This is an open access article distributed under the Creative Commons Attribution Licensewhich permits unrestricted use, distribution, and reproduction in any medium, provided the original work is properly cited. All values were two-sided, and values less than 0. Table of Contents Alerts. Submitted qualitative results were evaluated as acceptable positive for expected mutations or negative for unexpected mutations or unacceptable negative for expected mutations or positive for unexpected mutationsaccording to the manufactured and validated target mutations in this study Table 1 and Supplementary Table S2.

Abstract Liquid biopsies to genotype the epidermal growth factor receptor EGFR for targeted therapy have been implemented in clinical decision-making in the field of lung cancer, but harmonization of detection methods is still scarce among clinical laboratories. Exon 19 deletion and exon 20 insertion mutations were detected at 0.

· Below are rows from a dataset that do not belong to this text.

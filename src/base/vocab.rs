//! The vocabulary every layer shares: the direction of a test, interval methods and sides,
//! intervals, histograms, the region counted toward a p-value, and JSON numbers that may be
//! infinite. Nothing here computes anything.

use serde::{Deserialize, Serialize};

use super::note::Note;

pub use super::floats::{float, float_opt};

#[derive(Clone, Copy, Debug, PartialEq, Eq, Serialize, Deserialize)]
#[serde(rename_all = "kebab-case")]
pub enum Alternative {
    TwoSided,
    /// First group minus second group is positive.
    Greater,
    /// First group minus second group is negative.
    Less,
}

impl Alternative {
    pub fn key(self) -> &'static str {
        match self {
            Alternative::TwoSided => "two-sided",
            Alternative::Greater => "greater",
            Alternative::Less => "less",
        }
    }
    pub fn from_key(s: &str) -> Option<Alternative> {
        [
            Alternative::TwoSided,
            Alternative::Greater,
            Alternative::Less,
        ]
        .into_iter()
        .find(|x| x.key() == s)
    }
}

/// How a two-sided p-value is defined.
#[derive(Clone, Copy, Debug, Default, PartialEq, Eq, Serialize, Deserialize)]
#[serde(rename_all = "kebab-case")]
pub enum TwoSidedRule {
    /// Count relabellings whose statistic is at least as far from zero as the observed one:
    /// |T| >= |t|. The permutation null of each statistic here is centred at zero.
    #[default]
    Absolute,
    /// Twice the smaller one-sided p-value, capped at 1.
    DoubledTail,
}

impl TwoSidedRule {
    pub fn key(self) -> &'static str {
        match self {
            TwoSidedRule::Absolute => "absolute",
            TwoSidedRule::DoubledTail => "doubled-tail",
        }
    }
    pub fn from_key(s: &str) -> Option<TwoSidedRule> {
        [TwoSidedRule::Absolute, TwoSidedRule::DoubledTail]
            .into_iter()
            .find(|x| x.key() == s)
    }
}

#[derive(Clone, Copy, Debug, PartialEq, Eq, Serialize, Deserialize)]
#[serde(rename_all = "kebab-case")]
pub enum IntervalMethod {
    Percentile,
    Basic,
    Normal,
    Bca,
    Studentized,
}

impl IntervalMethod {
    pub const ALL: [IntervalMethod; 5] = [
        IntervalMethod::Percentile,
        IntervalMethod::Basic,
        IntervalMethod::Normal,
        IntervalMethod::Bca,
        IntervalMethod::Studentized,
    ];
    pub fn key(self) -> &'static str {
        match self {
            IntervalMethod::Percentile => "percentile",
            IntervalMethod::Basic => "basic",
            IntervalMethod::Normal => "normal",
            IntervalMethod::Bca => "bca",
            IntervalMethod::Studentized => "studentized",
        }
    }
    pub fn from_key(s: &str) -> Option<IntervalMethod> {
        IntervalMethod::ALL.into_iter().find(|x| x.key() == s)
    }
    pub fn label(self) -> &'static str {
        match self {
            IntervalMethod::Percentile => "percentile",
            IntervalMethod::Basic => "basic (reverse percentile)",
            IntervalMethod::Normal => "normal, bootstrap SE",
            IntervalMethod::Bca => "BCa",
            IntervalMethod::Studentized => "studentized (bootstrap-t)",
        }
    }
}

/// Which bound(s) an interval gives.
#[derive(Clone, Copy, Debug, Default, PartialEq, Eq, Serialize, Deserialize)]
#[serde(rename_all = "kebab-case")]
pub enum Side {
    /// [low, high]
    #[default]
    TwoSided,
    /// [low, ∞): a lower confidence bound.
    Lower,
    /// (−∞, high]: an upper confidence bound.
    Upper,
}

impl Side {
    pub fn key(self) -> &'static str {
        match self {
            Side::TwoSided => "two-sided",
            Side::Lower => "lower",
            Side::Upper => "upper",
        }
    }
    pub fn from_key(s: &str) -> Option<Side> {
        [Side::TwoSided, Side::Lower, Side::Upper]
            .into_iter()
            .find(|x| x.key() == s)
    }
}

#[derive(Clone, Debug, PartialEq, Serialize, Deserialize)]
pub struct Interval {
    /// The lower limit (None: open, or no interval).
    pub low: Option<f64>,
    /// The upper limit (None: open, or no interval).
    pub high: Option<f64>,
    /// The confidence level, e.g. 0.95.
    pub level: f64,
    /// How the interval was computed.
    pub method: Method,
    /// Two-sided, or a one-sided bound (then the other end is open and null).
    #[serde(default)]
    pub side: Side,
    /// Why the interval is missing or should be read with care.
    #[serde(default)]
    pub notes: Vec<Note>,
}

impl Interval {
    /// No interval (yet): both limits missing, with the reason.
    pub fn none(method: Method, level: f64, side: Side, note: Note) -> Interval {
        Interval {
            low: None,
            high: None,
            level,
            method,
            side,
            notes: vec![note],
        }
    }
}

/// How an interval was computed: a bootstrap method, or a classical formula.
#[derive(Clone, Copy, Debug, PartialEq, Eq, Serialize, Deserialize)]
#[serde(rename_all = "kebab-case")]
pub enum Method {
    /// Bootstrap percentile interval.
    Percentile,
    /// Basic (reverse percentile) bootstrap interval.
    Basic,
    /// Normal interval with the bootstrap standard error and bias.
    Normal,
    /// Bias-corrected and accelerated bootstrap interval.
    Bca,
    /// Studentized (bootstrap-t) interval.
    Studentized,
    /// Welch's t interval for a difference in means.
    WelchT,
    /// The one-sample t interval for a mean.
    OneSampleT,
    /// The paired t interval for a mean difference.
    PairedT,
    /// The t interval of a mean difference (paired or one-sample t-test).
    T,
    /// The t interval for a least-squares slope.
    SlopeT,
    /// The t interval of a coefficient in a linear model.
    LinearModelT,
    /// The exact (Clopper–Pearson) interval for a proportion.
    ClopperPearson,
    /// Fisher's z interval for a correlation.
    FisherZ,
    /// Newcombe's hybrid score interval for a difference in proportions.
    Newcombe,
    /// Katz's log interval for a risk ratio.
    Katz,
    /// Woolf's logit interval for an odds ratio.
    Woolf,
}

impl From<IntervalMethod> for Method {
    fn from(m: IntervalMethod) -> Method {
        match m {
            IntervalMethod::Percentile => Method::Percentile,
            IntervalMethod::Basic => Method::Basic,
            IntervalMethod::Normal => Method::Normal,
            IntervalMethod::Bca => Method::Bca,
            IntervalMethod::Studentized => Method::Studentized,
        }
    }
}

impl Method {
    /// The bootstrap method, if this is one.
    pub fn bootstrap(self) -> Option<IntervalMethod> {
        IntervalMethod::ALL
            .into_iter()
            .find(|m| Method::from(*m) == self)
    }
}

#[derive(Clone, Debug, PartialEq, Serialize, Deserialize)]
pub struct PInterval {
    pub low: f64,
    pub high: f64,
    pub level: f64,
}

/// Equal-width histogram.
#[derive(Clone, Debug, PartialEq, Serialize, Deserialize)]
pub struct Histogram {
    /// Bin edges, one more than the counts.
    pub edges: Vec<f64>,
    pub counts: Vec<u64>,
    /// Probabilities instead of counts, for an exact distribution given as probabilities
    /// (the tables of a yes/no comparison); None when the bars are counts.
    #[serde(default, skip_serializing_if = "Option::is_none")]
    pub weights: Option<Vec<f64>>,
}

impl Histogram {
    /// The height of each bar: its probability, or its count.
    pub fn heights(&self) -> Vec<f64> {
        match &self.weights {
            Some(w) => w.clone(),
            None => self.counts.iter().map(|&c| c as f64).collect(),
        }
    }
}

/// The part of the null distribution counted toward the p-value: values <= `low` and/or
/// values >= `high`.
#[derive(Clone, Debug, PartialEq, Serialize, Deserialize)]
pub struct Tail {
    #[serde(default, with = "float_opt")]
    pub low: Option<f64>,
    #[serde(default, with = "float_opt")]
    pub high: Option<f64>,
}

This difference in assay performance according to target mutation might be due to the assay design and characteristics of the target regions [ 1415 ].

BioMed Research International

Published by Elsevier Inc. The cobas assay generally showed good reproducibility with a CV between 1. A limitation of this study is the small number of laboratories that participated, especially laboratories performing NGS. For all other variants, sensitivities varied between Coefficients of variation indicated good intralaboratory and interlaboratory repeatability and reproducibility but increased for decreasing fobas.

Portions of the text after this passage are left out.